▸ **What you need to do**
Your job is to report every line of the entries that has "template".

▸ **Stored data**
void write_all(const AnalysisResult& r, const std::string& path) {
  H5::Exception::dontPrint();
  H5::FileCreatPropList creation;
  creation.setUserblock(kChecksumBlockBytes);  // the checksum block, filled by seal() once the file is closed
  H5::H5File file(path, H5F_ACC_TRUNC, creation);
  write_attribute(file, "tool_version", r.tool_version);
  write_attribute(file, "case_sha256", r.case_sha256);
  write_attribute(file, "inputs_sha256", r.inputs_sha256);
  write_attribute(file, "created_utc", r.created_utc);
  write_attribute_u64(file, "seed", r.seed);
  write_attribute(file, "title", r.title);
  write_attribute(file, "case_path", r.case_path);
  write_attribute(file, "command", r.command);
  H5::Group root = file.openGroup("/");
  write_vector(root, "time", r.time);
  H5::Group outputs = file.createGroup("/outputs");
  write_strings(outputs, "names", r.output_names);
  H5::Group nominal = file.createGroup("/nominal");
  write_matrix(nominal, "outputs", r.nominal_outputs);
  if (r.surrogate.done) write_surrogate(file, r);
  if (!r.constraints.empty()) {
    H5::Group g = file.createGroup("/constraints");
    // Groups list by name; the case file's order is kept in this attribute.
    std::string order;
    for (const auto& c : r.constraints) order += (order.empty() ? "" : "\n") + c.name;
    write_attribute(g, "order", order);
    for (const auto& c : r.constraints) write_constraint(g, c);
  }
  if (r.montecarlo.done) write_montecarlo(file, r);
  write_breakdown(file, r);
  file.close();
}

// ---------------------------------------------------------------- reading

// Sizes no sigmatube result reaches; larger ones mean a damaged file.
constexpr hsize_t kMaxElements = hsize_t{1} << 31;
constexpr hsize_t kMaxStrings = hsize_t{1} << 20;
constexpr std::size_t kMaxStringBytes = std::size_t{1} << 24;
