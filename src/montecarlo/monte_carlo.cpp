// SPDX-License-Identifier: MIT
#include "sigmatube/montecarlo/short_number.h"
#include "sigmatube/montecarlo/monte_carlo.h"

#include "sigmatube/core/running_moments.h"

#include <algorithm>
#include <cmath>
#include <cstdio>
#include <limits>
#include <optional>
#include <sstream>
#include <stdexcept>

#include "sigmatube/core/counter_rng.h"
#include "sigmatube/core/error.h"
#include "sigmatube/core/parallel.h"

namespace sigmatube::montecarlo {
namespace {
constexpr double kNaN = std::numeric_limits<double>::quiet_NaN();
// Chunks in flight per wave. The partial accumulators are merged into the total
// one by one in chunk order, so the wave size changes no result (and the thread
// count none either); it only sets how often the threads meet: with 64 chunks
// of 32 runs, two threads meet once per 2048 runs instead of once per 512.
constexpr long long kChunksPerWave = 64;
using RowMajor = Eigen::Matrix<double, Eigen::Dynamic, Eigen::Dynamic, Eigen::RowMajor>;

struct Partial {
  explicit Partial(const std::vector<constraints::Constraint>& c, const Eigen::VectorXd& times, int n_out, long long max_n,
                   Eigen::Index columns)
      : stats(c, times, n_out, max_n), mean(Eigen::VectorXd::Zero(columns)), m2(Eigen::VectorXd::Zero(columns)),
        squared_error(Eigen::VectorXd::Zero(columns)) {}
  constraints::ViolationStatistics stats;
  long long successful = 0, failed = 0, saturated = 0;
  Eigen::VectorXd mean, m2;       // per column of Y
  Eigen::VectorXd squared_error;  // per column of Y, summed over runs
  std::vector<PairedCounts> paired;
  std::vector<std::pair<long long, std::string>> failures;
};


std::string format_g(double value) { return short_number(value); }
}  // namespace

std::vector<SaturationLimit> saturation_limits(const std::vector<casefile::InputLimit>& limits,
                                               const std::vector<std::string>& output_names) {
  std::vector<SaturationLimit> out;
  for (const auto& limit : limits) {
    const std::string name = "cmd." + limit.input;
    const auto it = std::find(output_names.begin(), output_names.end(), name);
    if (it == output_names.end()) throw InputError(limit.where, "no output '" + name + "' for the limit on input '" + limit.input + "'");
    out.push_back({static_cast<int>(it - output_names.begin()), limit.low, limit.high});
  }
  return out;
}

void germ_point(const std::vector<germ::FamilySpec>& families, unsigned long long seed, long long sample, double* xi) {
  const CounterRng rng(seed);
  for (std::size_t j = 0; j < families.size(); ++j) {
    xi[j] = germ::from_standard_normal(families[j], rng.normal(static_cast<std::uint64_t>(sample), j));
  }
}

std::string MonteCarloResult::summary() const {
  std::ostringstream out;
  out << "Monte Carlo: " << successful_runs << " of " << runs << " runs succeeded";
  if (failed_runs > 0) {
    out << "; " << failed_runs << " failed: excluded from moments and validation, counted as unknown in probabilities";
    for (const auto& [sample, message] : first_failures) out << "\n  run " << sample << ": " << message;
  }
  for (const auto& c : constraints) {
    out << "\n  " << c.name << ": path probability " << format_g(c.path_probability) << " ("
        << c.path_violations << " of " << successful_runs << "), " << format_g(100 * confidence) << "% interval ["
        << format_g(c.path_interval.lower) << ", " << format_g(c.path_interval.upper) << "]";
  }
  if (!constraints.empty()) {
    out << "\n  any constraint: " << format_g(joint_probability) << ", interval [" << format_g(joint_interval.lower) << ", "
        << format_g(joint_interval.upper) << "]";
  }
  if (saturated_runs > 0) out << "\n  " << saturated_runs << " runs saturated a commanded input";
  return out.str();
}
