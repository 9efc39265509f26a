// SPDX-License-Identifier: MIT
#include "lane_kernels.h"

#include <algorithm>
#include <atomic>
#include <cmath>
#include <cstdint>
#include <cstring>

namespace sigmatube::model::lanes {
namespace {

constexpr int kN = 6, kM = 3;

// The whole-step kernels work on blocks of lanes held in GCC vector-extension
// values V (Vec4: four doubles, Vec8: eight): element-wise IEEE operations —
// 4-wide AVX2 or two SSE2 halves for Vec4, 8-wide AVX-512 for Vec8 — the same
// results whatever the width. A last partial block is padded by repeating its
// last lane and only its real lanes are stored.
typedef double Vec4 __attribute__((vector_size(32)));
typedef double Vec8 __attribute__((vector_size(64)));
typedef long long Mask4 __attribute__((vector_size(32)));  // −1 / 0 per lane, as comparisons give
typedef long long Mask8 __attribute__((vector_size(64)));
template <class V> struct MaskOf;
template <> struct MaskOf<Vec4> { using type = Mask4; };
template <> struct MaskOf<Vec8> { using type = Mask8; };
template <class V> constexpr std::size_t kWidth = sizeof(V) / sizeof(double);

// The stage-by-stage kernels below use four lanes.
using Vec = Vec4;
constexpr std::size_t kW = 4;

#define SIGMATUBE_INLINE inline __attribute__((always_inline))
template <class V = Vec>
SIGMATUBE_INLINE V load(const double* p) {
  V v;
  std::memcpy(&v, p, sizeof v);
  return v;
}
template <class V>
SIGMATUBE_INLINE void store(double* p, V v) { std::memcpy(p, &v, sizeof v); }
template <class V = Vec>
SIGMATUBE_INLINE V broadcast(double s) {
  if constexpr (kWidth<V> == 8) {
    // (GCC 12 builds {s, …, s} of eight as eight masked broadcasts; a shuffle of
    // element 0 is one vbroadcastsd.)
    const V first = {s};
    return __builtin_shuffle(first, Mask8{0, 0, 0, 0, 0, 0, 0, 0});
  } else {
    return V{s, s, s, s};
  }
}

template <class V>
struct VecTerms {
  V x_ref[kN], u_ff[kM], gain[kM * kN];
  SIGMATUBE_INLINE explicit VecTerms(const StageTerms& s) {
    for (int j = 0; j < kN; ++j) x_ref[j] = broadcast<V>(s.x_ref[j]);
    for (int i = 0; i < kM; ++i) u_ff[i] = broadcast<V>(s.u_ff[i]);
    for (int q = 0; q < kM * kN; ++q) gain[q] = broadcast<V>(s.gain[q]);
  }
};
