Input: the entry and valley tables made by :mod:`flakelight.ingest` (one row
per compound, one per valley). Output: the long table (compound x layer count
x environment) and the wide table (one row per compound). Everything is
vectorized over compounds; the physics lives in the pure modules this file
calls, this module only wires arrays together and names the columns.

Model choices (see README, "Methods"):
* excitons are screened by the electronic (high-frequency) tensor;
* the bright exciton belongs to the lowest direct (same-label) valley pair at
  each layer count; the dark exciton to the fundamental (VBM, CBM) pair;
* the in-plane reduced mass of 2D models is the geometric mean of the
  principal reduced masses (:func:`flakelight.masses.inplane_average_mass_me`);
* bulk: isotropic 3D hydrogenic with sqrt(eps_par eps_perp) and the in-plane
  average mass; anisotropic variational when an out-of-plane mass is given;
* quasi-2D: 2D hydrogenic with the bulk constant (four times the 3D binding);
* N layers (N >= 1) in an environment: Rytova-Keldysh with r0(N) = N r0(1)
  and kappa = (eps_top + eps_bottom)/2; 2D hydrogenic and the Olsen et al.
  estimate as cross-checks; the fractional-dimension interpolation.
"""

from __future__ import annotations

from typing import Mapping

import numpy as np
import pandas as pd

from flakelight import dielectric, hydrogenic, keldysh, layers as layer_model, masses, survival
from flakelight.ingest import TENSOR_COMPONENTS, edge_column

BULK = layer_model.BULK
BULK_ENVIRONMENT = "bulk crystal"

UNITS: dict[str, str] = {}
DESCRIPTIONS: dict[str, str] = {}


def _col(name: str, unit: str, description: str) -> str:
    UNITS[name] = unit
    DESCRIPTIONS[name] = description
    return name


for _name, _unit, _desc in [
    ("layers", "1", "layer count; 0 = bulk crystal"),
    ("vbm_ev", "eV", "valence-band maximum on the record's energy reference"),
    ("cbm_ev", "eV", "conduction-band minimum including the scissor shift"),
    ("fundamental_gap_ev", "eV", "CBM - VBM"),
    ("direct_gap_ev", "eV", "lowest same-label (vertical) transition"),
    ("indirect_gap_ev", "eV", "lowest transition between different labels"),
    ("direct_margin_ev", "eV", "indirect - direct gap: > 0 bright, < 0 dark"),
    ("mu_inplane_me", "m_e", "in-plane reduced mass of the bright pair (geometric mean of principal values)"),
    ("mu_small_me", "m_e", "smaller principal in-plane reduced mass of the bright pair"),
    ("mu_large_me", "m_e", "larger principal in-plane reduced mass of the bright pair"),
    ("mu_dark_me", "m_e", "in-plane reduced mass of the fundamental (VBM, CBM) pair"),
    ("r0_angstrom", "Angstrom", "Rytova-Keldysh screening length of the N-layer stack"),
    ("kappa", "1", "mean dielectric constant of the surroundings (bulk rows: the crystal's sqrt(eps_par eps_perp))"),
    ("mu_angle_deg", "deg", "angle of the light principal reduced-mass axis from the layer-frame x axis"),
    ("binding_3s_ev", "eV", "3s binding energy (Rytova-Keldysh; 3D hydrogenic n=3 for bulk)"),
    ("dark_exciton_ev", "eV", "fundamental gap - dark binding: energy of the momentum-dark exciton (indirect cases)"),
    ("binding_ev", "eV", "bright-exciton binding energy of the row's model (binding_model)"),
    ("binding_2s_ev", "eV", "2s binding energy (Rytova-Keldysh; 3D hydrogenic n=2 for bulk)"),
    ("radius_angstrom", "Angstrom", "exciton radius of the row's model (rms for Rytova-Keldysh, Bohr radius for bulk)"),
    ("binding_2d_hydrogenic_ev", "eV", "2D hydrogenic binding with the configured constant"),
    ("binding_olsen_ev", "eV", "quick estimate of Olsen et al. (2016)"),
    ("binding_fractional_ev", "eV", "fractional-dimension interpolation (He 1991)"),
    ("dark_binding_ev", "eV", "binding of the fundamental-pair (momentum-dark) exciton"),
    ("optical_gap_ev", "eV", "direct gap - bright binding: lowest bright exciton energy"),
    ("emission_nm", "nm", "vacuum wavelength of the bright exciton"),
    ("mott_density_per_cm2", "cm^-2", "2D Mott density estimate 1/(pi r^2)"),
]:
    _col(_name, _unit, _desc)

▸ **Written solution**
template <class V> struct MaskOf;
template <> struct MaskOf<Vec4> { using type = Mask4; };
template <> struct MaskOf<Vec8> { using type = Mask8; };
template <class V> constexpr std::size_t kWidth = sizeof(V) / sizeof(double);
template <class V = Vec>
template <class V>
template <class V = Vec>
template <class V>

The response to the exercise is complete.